No mérito, persegue a confirmação da liminar, a declaração de nulidade do contrato vergastado, a condenação da requerida ao pagamento de indenização por danos morais e ônus sucumbenciais.
Juntou documentos.
Foi concedida a tutela de urgência pleiteada pelo autor, como consta da decisão sob id. 20734175.
A requerida se habilitou nos autos e informou o cumprimento da obrigação.
Devidamente citada, a requerida apresentou contestação, alegando ausência de dano moral e legitimidade da cobrança, pleiteando a improcedência da ação.
O autor apresentou réplica, refutando os argumentos da ré.
Foi determinada a intimação das partes para dizer se pretendiam produzir provas ou se desejam o julgamento antecipado do mérito.
Devidamente intimadas, some o autor declinou que não havia mais provas e pleiteou o julgamento do feito.
A requerida nada disse nos autos.
Foi determinada a conclusão do feito para sentença de mérito.
Vindo os autos conclusos.
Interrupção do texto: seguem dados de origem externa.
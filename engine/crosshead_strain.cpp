// Two-variable least squares for the crosshead model; see crosshead_strain.hpp.
#include "crosshead_strain.hpp"

#include <cmath>

namespace tensile {

std::optional<CrossheadModel> fit_crosshead_model(std::span<const double> ext, std::span<const double> xh,
                                                  std::span<const double> force, std::size_t first,
                                                  std::size_t last, double fallback_a) {
    double n = 0, me = 0, mx = 0, mf = 0;
    for (std::size_t i = first; i < last; ++i) {
        if (!std::isfinite(ext[i]) || !std::isfinite(xh[i]) || !std::isfinite(force[i])) continue;
        n += 1;
        me += ext[i];
        mx += xh[i];
        mf += force[i];
    }
    if (n < 10) return std::nullopt;
    me /= n;
    mx /= n;
    mf /= n;
    double see = 0, sff = 0, sef = 0, sex = 0, sfx = 0;
    for (std::size_t i = first; i < last; ++i) {
        if (!std::isfinite(ext[i]) || !std::isfinite(xh[i]) || !std::isfinite(force[i])) continue;
        const double de = ext[i] - me, df = force[i] - mf, dx = xh[i] - mx;
        see += de * de;
        sff += df * df;
        sef += de * df;
        sex += de * dx;
        sfx += df * dx;
    }
    if (!(see > 0) || !(sff > 0)) return std::nullopt;
    CrossheadModel m;
    // When extension and force are almost collinear (elastic data only), the
    // two slopes can't be separated; take a from the geometry and fit C alone.
    const double correlation = sef / std::sqrt(see * sff);
    if (std::abs(correlation) < 0.995) {
        const double det = see * sff - sef * sef;
        m.a = (sex * sff - sfx * sef) / det;
        m.C = (sfx * see - sex * sef) / det;
    }
    if (!(m.a > 0.2) || !std::isfinite(m.C) || std::abs(correlation) >= 0.995) {
        m.a = fallback_a;
        m.C = (sfx - m.a * sef) / sff;
        m.from_fit = false;
    }
    m.b = mx - m.a * me - m.C * mf;
    return m;
}

}  // namespace tensile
É o breve relatório.
DECIDO.
DO JULGAMENTO ANTECIPADO DO MÉRITO O pedido deve ser julgado de forma antecipada, uma vez que não há necessidade de produção de outras provas, na forma do art. 355, I, do CPC.
Art. 355.
O juiz julgará antecipadamente o pedido, proferindo sentença com resolução de mérito, quando: I - não houver necessidade de produção de outras provas; A requerida levantou preliminar de ausência de pretensão resistida, postulando a perda do objeto.
A preliminar será analisada com o mérito porque com este se confunde.
NO MÉRITO Verifico que a relação jurídica estabelecida entre as partes é nitidamente de consumo e, por isso a presente demanda submete-se à Lei nº 8.078/90, porque a matéria a ser discutida nos autos versa sobre relação de consumo (artigos 2º e 3º do CDC), imperando, inclusive, a inversão do ônus da prova em favor do Requerente (art. 6º do CDC), por haver verossimilhança em suas alegações.
Ao magistrado cabe julgar com base no princípio da equidade e nas regras de experiência comum, as quais dizem respeito àqueles fatos observados ordinariamente no cotidiano.
A controvérsia dos autos repousa sobre a legalidade do débito imputado ao autor e a negativação do seu nome nos órgãos de restrição ao crédito.
O autor comprovou que celebrou contrato com a ré, de prestação de serviços educacionais de nível superior, CURSO DE ENGENHARIA ELÉTRICA.
Comprovou ainda, que efetuou o pedido de cancelamento do curso, como faz prova o documento sob id. 20640628.
Restou comprovado também, que apesar do cancelamento do curso, a requerida efetuou a cobrança no valor de R$ 1.900,60 (mil novecentos reais e sessenta centavos), e negativou o nome do autor por conta do suposto débito.
A requerida em sua peça de defesa refuta ausência de dano moral, no entanto, não comprovou nos autos que a cobrança efetuada ao autor seja lícita, uma vez que houve o cancelamento da matrícula.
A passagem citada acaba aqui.